**Exercise prompt:** Every line of the records that holds the word "windy" should be copied out.

**Exercise materials:**
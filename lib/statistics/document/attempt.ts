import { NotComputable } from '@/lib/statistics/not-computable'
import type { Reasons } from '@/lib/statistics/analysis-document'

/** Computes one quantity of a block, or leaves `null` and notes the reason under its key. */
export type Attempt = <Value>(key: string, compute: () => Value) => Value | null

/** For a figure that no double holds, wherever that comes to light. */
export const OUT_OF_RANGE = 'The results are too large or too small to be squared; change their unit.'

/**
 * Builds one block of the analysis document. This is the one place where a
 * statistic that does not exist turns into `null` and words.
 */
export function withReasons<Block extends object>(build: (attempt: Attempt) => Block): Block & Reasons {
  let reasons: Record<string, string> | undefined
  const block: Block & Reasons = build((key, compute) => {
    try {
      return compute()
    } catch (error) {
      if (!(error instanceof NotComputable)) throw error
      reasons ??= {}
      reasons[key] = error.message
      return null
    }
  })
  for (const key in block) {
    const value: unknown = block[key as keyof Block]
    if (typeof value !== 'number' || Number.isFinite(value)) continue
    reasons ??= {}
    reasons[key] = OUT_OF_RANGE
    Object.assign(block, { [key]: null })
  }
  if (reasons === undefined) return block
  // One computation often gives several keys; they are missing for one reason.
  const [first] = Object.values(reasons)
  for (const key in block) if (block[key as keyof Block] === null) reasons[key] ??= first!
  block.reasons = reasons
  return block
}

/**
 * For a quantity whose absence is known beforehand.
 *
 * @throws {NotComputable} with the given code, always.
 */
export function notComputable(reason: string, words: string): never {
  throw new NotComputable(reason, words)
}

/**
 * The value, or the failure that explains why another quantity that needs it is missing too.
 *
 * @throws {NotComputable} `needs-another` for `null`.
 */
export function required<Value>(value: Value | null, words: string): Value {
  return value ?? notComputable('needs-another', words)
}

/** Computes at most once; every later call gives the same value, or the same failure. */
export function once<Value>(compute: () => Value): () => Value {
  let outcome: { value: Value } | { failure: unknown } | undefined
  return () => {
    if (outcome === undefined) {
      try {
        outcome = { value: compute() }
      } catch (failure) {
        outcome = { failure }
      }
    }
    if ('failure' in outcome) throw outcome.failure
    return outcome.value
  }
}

==

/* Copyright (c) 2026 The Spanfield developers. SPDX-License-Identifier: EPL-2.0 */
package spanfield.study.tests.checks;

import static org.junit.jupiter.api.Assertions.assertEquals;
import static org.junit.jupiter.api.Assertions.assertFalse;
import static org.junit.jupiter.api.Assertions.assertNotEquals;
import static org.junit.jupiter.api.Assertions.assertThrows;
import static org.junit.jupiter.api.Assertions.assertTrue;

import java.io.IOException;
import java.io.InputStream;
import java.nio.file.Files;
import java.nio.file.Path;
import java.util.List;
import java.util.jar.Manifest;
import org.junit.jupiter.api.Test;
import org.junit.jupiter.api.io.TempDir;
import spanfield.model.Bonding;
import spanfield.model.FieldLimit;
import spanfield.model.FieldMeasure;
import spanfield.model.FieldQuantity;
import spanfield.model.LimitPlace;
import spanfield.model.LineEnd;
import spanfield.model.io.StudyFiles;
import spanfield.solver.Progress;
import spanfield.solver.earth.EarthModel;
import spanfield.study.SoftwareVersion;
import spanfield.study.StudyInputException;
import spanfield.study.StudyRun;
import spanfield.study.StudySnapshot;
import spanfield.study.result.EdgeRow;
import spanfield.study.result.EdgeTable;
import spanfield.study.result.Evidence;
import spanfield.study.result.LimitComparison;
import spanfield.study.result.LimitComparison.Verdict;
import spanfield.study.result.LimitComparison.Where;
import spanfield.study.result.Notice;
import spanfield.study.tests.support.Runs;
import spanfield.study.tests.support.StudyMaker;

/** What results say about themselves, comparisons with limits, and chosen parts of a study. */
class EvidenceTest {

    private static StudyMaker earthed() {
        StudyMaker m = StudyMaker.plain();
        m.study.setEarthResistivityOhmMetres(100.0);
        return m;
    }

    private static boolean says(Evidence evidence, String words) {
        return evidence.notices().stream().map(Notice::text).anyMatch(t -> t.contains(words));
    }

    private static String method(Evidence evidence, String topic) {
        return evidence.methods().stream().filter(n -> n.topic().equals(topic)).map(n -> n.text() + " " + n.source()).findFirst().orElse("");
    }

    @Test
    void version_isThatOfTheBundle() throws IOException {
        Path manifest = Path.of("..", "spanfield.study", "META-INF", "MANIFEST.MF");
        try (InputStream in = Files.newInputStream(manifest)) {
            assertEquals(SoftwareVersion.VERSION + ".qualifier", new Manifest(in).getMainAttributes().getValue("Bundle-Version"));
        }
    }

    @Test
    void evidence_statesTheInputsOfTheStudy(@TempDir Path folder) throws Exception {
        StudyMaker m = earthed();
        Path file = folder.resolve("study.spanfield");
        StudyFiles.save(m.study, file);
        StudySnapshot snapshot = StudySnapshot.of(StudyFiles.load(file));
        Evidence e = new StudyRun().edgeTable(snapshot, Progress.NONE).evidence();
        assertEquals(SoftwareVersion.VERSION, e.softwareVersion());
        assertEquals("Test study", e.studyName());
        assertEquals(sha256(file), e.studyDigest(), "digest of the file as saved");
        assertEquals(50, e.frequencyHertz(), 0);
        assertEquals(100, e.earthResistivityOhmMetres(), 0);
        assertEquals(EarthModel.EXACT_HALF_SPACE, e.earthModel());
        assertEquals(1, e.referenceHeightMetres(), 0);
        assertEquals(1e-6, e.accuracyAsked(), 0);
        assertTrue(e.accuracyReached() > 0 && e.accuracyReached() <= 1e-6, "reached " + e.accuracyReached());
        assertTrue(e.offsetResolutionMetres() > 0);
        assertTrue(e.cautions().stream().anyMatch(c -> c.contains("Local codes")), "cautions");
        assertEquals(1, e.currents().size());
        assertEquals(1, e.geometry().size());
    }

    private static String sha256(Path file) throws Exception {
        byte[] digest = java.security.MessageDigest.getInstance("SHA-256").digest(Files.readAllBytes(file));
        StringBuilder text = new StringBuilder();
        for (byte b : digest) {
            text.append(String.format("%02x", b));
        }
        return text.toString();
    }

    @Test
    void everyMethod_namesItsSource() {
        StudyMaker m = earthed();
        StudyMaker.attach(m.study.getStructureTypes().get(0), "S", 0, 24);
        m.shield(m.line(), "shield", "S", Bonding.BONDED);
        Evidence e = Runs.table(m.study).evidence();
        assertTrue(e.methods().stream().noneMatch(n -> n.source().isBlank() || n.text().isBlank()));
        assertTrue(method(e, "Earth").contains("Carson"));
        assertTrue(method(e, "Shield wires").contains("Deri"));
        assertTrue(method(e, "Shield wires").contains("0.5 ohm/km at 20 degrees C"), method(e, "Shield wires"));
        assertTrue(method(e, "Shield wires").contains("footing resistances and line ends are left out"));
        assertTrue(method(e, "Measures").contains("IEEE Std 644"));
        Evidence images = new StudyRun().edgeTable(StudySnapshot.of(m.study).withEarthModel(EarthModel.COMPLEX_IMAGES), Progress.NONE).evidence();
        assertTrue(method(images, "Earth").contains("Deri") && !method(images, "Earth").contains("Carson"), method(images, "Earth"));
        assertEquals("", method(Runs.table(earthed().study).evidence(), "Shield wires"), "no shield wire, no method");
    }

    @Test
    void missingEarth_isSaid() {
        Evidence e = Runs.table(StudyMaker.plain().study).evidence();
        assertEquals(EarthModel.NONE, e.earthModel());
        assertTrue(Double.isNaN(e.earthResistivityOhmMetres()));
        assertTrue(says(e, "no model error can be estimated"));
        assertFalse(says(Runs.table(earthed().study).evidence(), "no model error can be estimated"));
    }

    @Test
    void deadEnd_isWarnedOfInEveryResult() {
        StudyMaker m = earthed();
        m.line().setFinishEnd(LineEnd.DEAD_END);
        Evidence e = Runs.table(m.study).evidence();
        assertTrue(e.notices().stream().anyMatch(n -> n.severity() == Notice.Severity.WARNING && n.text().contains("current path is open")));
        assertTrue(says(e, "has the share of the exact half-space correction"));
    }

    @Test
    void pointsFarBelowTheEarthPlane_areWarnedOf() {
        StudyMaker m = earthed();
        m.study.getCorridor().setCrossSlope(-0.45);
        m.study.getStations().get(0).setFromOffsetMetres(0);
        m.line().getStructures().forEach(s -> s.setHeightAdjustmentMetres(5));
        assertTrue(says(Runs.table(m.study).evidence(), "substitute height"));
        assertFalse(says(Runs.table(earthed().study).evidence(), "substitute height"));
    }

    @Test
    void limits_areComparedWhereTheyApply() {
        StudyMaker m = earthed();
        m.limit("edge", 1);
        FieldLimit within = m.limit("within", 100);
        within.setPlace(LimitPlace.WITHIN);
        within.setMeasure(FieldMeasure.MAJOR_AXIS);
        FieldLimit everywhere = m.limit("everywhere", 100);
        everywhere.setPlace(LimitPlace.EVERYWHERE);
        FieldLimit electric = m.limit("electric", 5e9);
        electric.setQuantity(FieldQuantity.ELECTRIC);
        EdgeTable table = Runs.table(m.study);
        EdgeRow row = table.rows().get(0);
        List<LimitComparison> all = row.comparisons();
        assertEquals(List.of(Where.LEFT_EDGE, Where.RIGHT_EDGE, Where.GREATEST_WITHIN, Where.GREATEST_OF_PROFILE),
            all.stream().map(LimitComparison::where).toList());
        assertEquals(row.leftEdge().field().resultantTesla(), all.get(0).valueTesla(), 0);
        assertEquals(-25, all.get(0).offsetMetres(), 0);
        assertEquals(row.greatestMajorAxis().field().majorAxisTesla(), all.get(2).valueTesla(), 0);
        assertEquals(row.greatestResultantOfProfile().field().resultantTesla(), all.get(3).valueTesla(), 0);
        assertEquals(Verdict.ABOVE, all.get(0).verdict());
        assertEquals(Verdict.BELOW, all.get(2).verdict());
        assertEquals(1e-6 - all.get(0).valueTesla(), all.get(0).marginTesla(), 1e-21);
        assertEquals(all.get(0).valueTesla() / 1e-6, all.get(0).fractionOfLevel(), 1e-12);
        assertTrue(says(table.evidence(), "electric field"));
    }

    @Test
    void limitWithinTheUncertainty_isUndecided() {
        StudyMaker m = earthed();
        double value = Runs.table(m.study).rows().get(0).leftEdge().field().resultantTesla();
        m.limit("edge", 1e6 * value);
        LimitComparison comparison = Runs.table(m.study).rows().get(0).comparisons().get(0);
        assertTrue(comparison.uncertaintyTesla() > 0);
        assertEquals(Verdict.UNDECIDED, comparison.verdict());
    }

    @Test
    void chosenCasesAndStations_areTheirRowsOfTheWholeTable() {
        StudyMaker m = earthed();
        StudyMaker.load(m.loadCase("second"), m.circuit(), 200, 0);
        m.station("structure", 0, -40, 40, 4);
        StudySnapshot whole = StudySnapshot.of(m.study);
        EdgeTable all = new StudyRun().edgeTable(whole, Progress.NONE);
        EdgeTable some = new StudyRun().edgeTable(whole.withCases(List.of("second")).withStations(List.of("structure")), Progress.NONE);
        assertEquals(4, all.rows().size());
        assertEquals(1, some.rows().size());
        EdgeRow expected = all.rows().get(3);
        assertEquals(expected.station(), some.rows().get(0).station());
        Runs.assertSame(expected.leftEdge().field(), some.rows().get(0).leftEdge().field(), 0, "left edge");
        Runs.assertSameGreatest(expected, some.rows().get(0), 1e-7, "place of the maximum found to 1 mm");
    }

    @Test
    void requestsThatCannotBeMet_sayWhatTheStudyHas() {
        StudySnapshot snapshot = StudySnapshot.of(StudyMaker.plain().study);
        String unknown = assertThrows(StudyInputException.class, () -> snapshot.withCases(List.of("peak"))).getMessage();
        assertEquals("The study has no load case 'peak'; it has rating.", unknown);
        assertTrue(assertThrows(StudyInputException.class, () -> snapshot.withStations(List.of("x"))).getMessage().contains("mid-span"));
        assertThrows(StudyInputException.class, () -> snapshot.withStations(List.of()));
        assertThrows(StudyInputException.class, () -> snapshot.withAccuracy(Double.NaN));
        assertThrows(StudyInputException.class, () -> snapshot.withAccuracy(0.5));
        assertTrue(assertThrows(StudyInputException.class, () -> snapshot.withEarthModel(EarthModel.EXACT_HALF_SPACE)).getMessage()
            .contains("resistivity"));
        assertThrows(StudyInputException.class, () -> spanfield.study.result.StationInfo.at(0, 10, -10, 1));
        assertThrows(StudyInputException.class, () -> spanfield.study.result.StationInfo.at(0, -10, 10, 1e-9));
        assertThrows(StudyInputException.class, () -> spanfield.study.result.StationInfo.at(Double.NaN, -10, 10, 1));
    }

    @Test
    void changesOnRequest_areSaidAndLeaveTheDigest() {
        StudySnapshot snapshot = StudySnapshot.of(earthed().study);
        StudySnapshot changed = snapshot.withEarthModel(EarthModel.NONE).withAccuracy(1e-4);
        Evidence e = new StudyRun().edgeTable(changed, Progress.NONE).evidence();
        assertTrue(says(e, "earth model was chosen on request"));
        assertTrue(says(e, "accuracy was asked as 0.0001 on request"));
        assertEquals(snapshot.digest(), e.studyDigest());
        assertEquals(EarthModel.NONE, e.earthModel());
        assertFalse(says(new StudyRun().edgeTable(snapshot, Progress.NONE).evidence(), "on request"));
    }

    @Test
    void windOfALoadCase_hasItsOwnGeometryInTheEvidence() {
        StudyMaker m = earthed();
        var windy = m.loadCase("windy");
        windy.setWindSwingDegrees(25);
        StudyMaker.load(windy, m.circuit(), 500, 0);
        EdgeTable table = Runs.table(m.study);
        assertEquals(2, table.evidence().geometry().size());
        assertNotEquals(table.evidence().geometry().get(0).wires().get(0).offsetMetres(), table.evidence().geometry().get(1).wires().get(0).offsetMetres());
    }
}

**Response to this exercise:**
        var windy = m.loadCase("windy");
        windy.setWindSwingDegrees(25);
        StudyMaker.load(windy, m.circuit(), 500, 0);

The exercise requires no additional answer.